Oil and gas are not the only commodities seeing a huge surge in price amid the war in the Ukraine. Prices on industrial metals have also risen considerably. This week, we examine how Africa can profit from the higher prices for the latter.
Capital News Africa: From the Trading Floor – Week 10-2022
Russia’s war against Ukraine is causing prices on industrial metals to surge. As of 4 March, the S&P GSCI Industrial Metals index stood at 609 points, up eleven percent from its level on 1 March. Should the war continue, another increase in the index is likely. Moreover, the S&P GSCI Palladium index is up 18% since the beginning of March, while the price for palladium is up 10.2% to USD 3,308 an ounce.
Along with fossil fuels, Russia is one of the world’s biggest suppliers of precious and industrial metals. These include gold, iron, tin, nickel, copper, cobalt, lead, zinc and platinum. Russia also supplies diamonds. Indeed, a disruption of such exports from Russia could endanger the global supply of crucial raw materials.

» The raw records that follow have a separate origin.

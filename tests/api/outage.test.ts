import { type AddressInfo, connect as connectTcp, createServer, type Server, type Socket } from 'node:net';

import { ApiServer } from '../support/api-server';
import { sampleScenario } from '../support/sample-scenario';

/** Stands between server and database, and can be cut like a cable. */
class Cable {
  private readonly sockets = new Set<Socket>();
  private server: Server | null = null;
  port = 0;

  constructor(private readonly target: { host: string; port: number }) {}

  async plug(): Promise<void> {
    const server = createServer((near) => {
      const far = connectTcp(this.target);
      for (const socket of [near, far]) {
        this.sockets.add(socket);
        socket.on('error', () => socket.destroy()).on('close', () => this.sockets.delete(socket));
      }
      near.pipe(far).pipe(near);
    });
    await new Promise<void>((resolve) => server.listen(this.port, '127.0.0.1', resolve));
    this.port = (server.address() as AddressInfo).port;
    this.server = server;
  }

  async cut(): Promise<void> {
    const closed = new Promise((resolve) => this.server?.close(resolve));
    for (const socket of this.sockets) socket.destroy();
    await closed;
  }
}

let cable: Cable;
let server: ApiServer;
let designer: string;
beforeAll(async () => {
  server = await ApiServer.start({
    throughCable: async (direct) => {
      const address = new URL(direct);
      cable = new Cable({ host: address.hostname, port: Number(address.port) });
      await cable.plug();
      address.hostname = '127.0.0.1';
      address.port = String(cable.port);
      return address.href;
    },
  });
  designer = await server.signIn(server.people.designer);
});
afterAll(async () => {
  await server.stop();
  await cable.cut();
});

test('with the database away every request says so, and with the database back the server goes on by itself', async () => {
  const { id } = (await server.send('post', '/api/scenarios', designer, { scenario: sampleScenario({ name: 'Before' }) }).expect(201)).body as { id: string };
  await server.composed.verdicts.settled();
  await cable.cut();
  for (const [method, path, body] of [
    ['get', '/api/health', undefined],
    ['get', '/api/scenarios', undefined],
    ['put', `/api/scenarios/${id}`, { version: 1, scenario: sampleScenario({ name: 'Lost' }) }],
    ['post', '/api/session', { email: server.people.designer.email, password: 'any' }],
  ] as const) {
    const answer = await server.send(method, path, designer, body).expect(503);
    expect(answer.body).toMatchObject({ code: 'database-unavailable' });
    expect(answer.headers['retry-after']).toBe('2');
  }
  await server.send('get', '/api/openapi.json', null).expect(200);

  await cable.plug();
  await server.send('get', '/api/health', null).expect(200);
  const after = await server.send('get', `/api/scenarios/${id}`, designer).expect(200);
  expect(after.body).toMatchObject({ name: 'Before', version: 1 });
});

test('connections that the database ends are replaced unnoticed', async () => {
  await Promise.all(Array.from({ length: 5 }, () => server.send('get', '/api/scenarios', designer).expect(200)));
  await server.database.query('SELECT pg_terminate_backend(pid) FROM pg_stat_activity WHERE datname = current_database() AND pid <> pg_backend_pid()');
  await server.send('get', '/api/scenarios', designer).expect(200);
});

test('a verdict that was due while the database was away is computed afterwards', async () => {
  const { id } = (await server.send('post', '/api/scenarios', designer, { scenario: sampleScenario() }).expect(201)).body as { id: string };
  await cable.cut();
  server.composed.verdicts.wake();
  await server.send('get', '/api/health', null).expect(503);
  await cable.plug();
  await server.composed.verdicts.settled();
  const record = await server.send('get', `/api/scenarios/${id}`, designer).expect(200);
  expect((record.body as { verdict: unknown }).verdict).not.toBeNull();
});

But the disruption could also present a big opportunity for mining companies in Africa. The continent is already a leading supplier of precious metals like gold, silver, palladium and platinum. It also ticks the box for industrial metals like bauxite, copper, iron, cobalt, chromite, lead and nickel. And finally, other important raw materials like phosphate rock, manganese and diamonds come from Africa.

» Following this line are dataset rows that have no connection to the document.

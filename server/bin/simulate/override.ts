import { InputProblem } from './problem';

/** One `--at key=value`: a field by its dotted path and what to write there. */
export interface Override {
  path: readonly string[];
  value: unknown;
}

/** Text as an engineer types it; only what begins with `{` or `[` is read as JSON. */
const readValue = (key: string, text: string): unknown => {
  if (!/^\s*[{[]/.test(text)) return text;
  try {
    return JSON.parse(text);
  } catch {
    throw new InputProblem('A value of --at is not valid JSON.', [{ path: key, message: 'begins with { or [ but is not valid JSON' }]);
  }
};

export const readOverride = (text: string): Override => {
  const equals = text.indexOf('=');
  const key = text.slice(0, equals).trim();
  if (equals < 1 || key.split('.').includes(''))
    throw new InputProblem('An override was not understood.', [{ path: '--at', message: `write key=value, for example --at bulk.capacitance=470u, not "${text}"` }]);
  return { path: key.split('.'), value: readValue(key, text.slice(equals + 1).trim()) };
};

const isObject = (node: unknown): node is Record<string, unknown> => typeof node === 'object' && node !== null;

const replaced = (node: unknown, path: readonly string[], value: unknown, above: readonly string[]): unknown => {
  const [key, ...rest] = path;
  if (key === undefined) return value;
  const refuse = (message: string) => new InputProblem('An override does not fit the scenario.', [{ path: [...above, ...path].join('.'), message }]);
  const next = (child: unknown) => replaced(child, rest, value, [...above, key]);
  if (Array.isArray(node)) {
    const index = /^\d+$/.test(key) ? Number(key) : -1;
    if (index < 0 || index >= node.length) throw refuse(`${above.join('.')} has ${node.length} entries, counted from 0`);
    return node.map((child: unknown, at) => (at === index ? next(child) : child));
  }
  if (node !== undefined && !isObject(node)) throw refuse(`${above.join('.') || 'the scenario'} has no fields below it`);
  const child = node && Object.hasOwn(node, key) ? node[key] : undefined;
  return { ...node, [key]: next(child) };
};

/** The scenario as read, with one field written anew; the branches above it are made where they are absent. */
export const overridden = (scenario: unknown, { path, value }: Override): unknown => replaced(scenario, path, value, []);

However, Africa mostly exports the raw commodities instead of making them into the industrial and consumer goods that are needed. As a result, it doesn’t benefit from the lucrative manufacturing business. Let’s take bauxite as an example. Bauxite becomes valuable when electricity is used to transform it into aluminium. But in Ghana, an aluminium smelter run by the company Valco had to close temporarily some years back due to a lack of electricity supplied by a local water works. The water works was unable to generate power due to a prolonged drought. The lack of investment in the African raw materials industry repeatedly leads to bottlenecks that hinder economic growth across the continent.
There are only a handful of aluminium smelters in Africa. The Valco facility has an annual capacity of 200,000 tonnes. Other smelters include Alucam’s Edéa facility in Cameroon (annual capacity: 100,000 tonnes); Ikot Abasi in Nigeria (400,000 tonnes); and two facilities in South Africa (820,000 tonnes combined). All told, Africa has an annual capacity for aluminium production of 1,520,000 tonnes. This is far too little to compete with Russia, whose four smelters can produce up to 8,065,000 tonnes of aluminium annually. China’s capacity is even higher.

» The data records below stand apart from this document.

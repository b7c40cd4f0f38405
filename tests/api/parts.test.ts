import { randomUUID } from 'node:crypto';

import { PartRow } from '../../server/parts/part-entity';
import { type PartRecord, partListSchema, partRecordSchema } from '../../shared/contracts/part';
import { type PartInput, partSchema } from '../../shared/model/part';
import { ApiServer, type TestPerson } from '../support/api-server';
import { samplePart, sampleScenario } from '../support/sample-scenario';

const RESISTOR: PartInput = { kind: 'resistor', name: 'Quillon Bittern', law: { law: 'fixed', resistance: '47 ±5 %' }, thermal: { dissipation: '20m', heatCapacity: 2 } };
const PTC: PartInput = {
  kind: 'polymer-ptc',
  name: 'Marrowby Teal',
  law: { law: 'sigmoid', low: { nominal: 0.2, min: 0.15, max: 0.3 }, high: '1M', midpoint: '125 °C', width: 4 },
  thermal: { dissipation: '15m', heatCapacity: 0.3 },
};
const PROVENANCE: PartRecord['provenance'] = [{ figure: 'law.r25', document: 'Invented data sheet', page: '2', condition: '25 °C, zero power' }];

let server: ApiServer;
let librarian: string;
let ids: Record<string, string>;

const add = async (owner: TestPerson, input: PartInput, approvedById: string | null = null): Promise<string> => {
  const document = partSchema.parse(input);
  const id = randomUUID();
  const row = { id, teamId: owner.teamId, name: document.name, kind: document.kind, revision: 1, document, provenance: PROVENANCE, approvedById, createdAt: new Date() };
  await server.database.getRepository(PartRow).insert(row);
  return id;
};

beforeAll(async () => {
  server = await ApiServer.start();
  librarian = await server.signIn(server.people.librarian);
  const home = server.people.librarian;
  ids = { ntc: await add(home, samplePart(), server.people.admin.id), resistor: await add(home, RESISTOR), ptc: await add(home, PTC) };
  await add(server.stranger, samplePart({ name: 'Of another team' }));
});
afterAll(() => server.stop());

const list = async (query = '') => partListSchema.parse((await server.send('get', `/api/parts${query}`, librarian).expect(200)).body);
const names = async (query = '') => (await list(query)).parts.map(({ part }) => part.name);
const read = async (id: string) => partRecordSchema.parse((await server.send('get', `/api/parts/${id}`, librarian).expect(200)).body);

describe('the list', () => {
  test("holds the team's parts by name, and no other's", async () => {
    expect(await names()).toEqual(['Aldersyke Heron', 'Marrowby Teal', 'Quillon Bittern']);
  });

  test('goes page by page', async () => {
    const first = await list('?limit=2');
    expect(first.parts.map(({ part }) => part.name)).toEqual(['Aldersyke Heron', 'Marrowby Teal']);
    expect(await names(`?limit=2&after=${first.next}`)).toEqual(['Quillon Bittern']);
  });

  test('can be narrowed to a kind and to a piece of the name', async () => {
    expect(await names('?kind=polymer-ptc')).toEqual(['Marrowby Teal']);
    expect(await names('?search=HERON')).toEqual(['Aldersyke Heron']);
    expect(await names('?kind=resistor&search=heron')).toEqual([]);
  });

  test('names a kind that does not exist', async () => {
    const answer = await server.send('get', '/api/parts?kind=varistor', librarian).expect(400);
    expect(answer.body).toMatchObject({ issues: [{ path: 'kind' }] });
  });
});

describe('a part', () => {
  test('comes with who approved it and where its figures come from', async () => {
    expect(await read(ids.ntc!)).toMatchObject({ revision: 1, approvedBy: server.people.admin.name, provenance: PROVENANCE, part: partSchema.parse(samplePart()), resistance25: 10 });
    expect((await read(ids.resistor!)).approvedBy).toBeNull();
  });

  test.each(['ntc', 'ptc', 'resistor'])('comes with its curve: %s', async (kind) => {
    const { curve } = await read(ids[kind]!);
    expect(curve.temperature.length).toBeGreaterThan(20);
    expect(curve.valid.min).toBeLessThan(curve.valid.max);
    for (const series of [curve.nominal, curve.low, curve.high]) expect(series).toHaveLength(curve.temperature.length);
    curve.nominal.forEach((nominal, index) => {
      expect(curve.low[index]!).toBeLessThanOrEqual(nominal);
      expect(curve.high[index]!).toBeGreaterThanOrEqual(nominal);
    });
  });

  test('names the scenarios of the team that took it from the library, with their verdict', async () => {
    const designer = await server.signIn(server.people.designer);
    const users = { limiter: [{ part: samplePart({ libraryId: ids.ntc! }) }] };
    const first = await server.send('post', '/api/scenarios', designer, { scenario: sampleScenario({ name: 'B uses it', ...users }) }).expect(201);
    await server.send('post', '/api/scenarios', designer, { scenario: sampleScenario({ name: 'A uses it too', ...users }) }).expect(201);
    await server.send('post', '/api/scenarios', designer, { scenario: sampleScenario({ name: 'C has one of its own' }) }).expect(201);
    await server.send('post', '/api/scenarios', await server.signIn(server.stranger), { scenario: sampleScenario({ name: 'D of strangers', ...users }) }).expect(201);
    await server.composed.verdicts.settled();
    const { usedIn } = await read(ids.ntc!);
    expect(usedIn.map(({ name }) => name)).toEqual(['A uses it too', 'B uses it']);
    const { verdict } = (await server.send('get', `/api/scenarios/${String(first.body.id)}`, designer).expect(200)).body as { verdict: { status: string } };
    expect(usedIn[1]).toEqual({ id: first.body.id, name: 'B uses it', status: verdict.status });
  });
});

The situation is not much better with other industrial metals. This is partly due to the fact that European investors were not really interested in helping Africa boost extraction and supply of such metals. The Europeans’ reasoning: The business is too dirty, too hard and hence too unpopular in their home countries. This is unfortunate, as materials such as cobalt, copper, lithium and rare earth elements are essential components in producing electric vehicle batteries or wind turbine blades.
Along with Chinese investors, Russian oligarchs have entered Africa in a big way. Russian mining companies, whether publicly or privately owned, are extracting plenty of important commodities. One good example is a gold mine in Sudan. According to a report in the UK newspaper “The Daily Telegraph,” hundreds of tonnes of gold has been extracted from the mine and smuggled into Russia on small planes.
The magazine African Business cites several other examples of Russia’s exploitation of African raw materials. It quoted the investment bank Renaissance Capital as saying: “The African countries with Russian mining interests are Angola, where the diamond company Alrosa operates, and Guinea, where Rusal, an aluminium company, owns and operates bauxite mines and an alumina refinery.” Renaissance Capital added: “Russian companies also operate in Zimbabwe (platinum), Sudan (gold) and Nigeria (Rusal). We expect sanctions on Russia to dampen FDI inflows into Africa over the medium term. Countries with mining operations owned by Russian corporates will likely be most affected.”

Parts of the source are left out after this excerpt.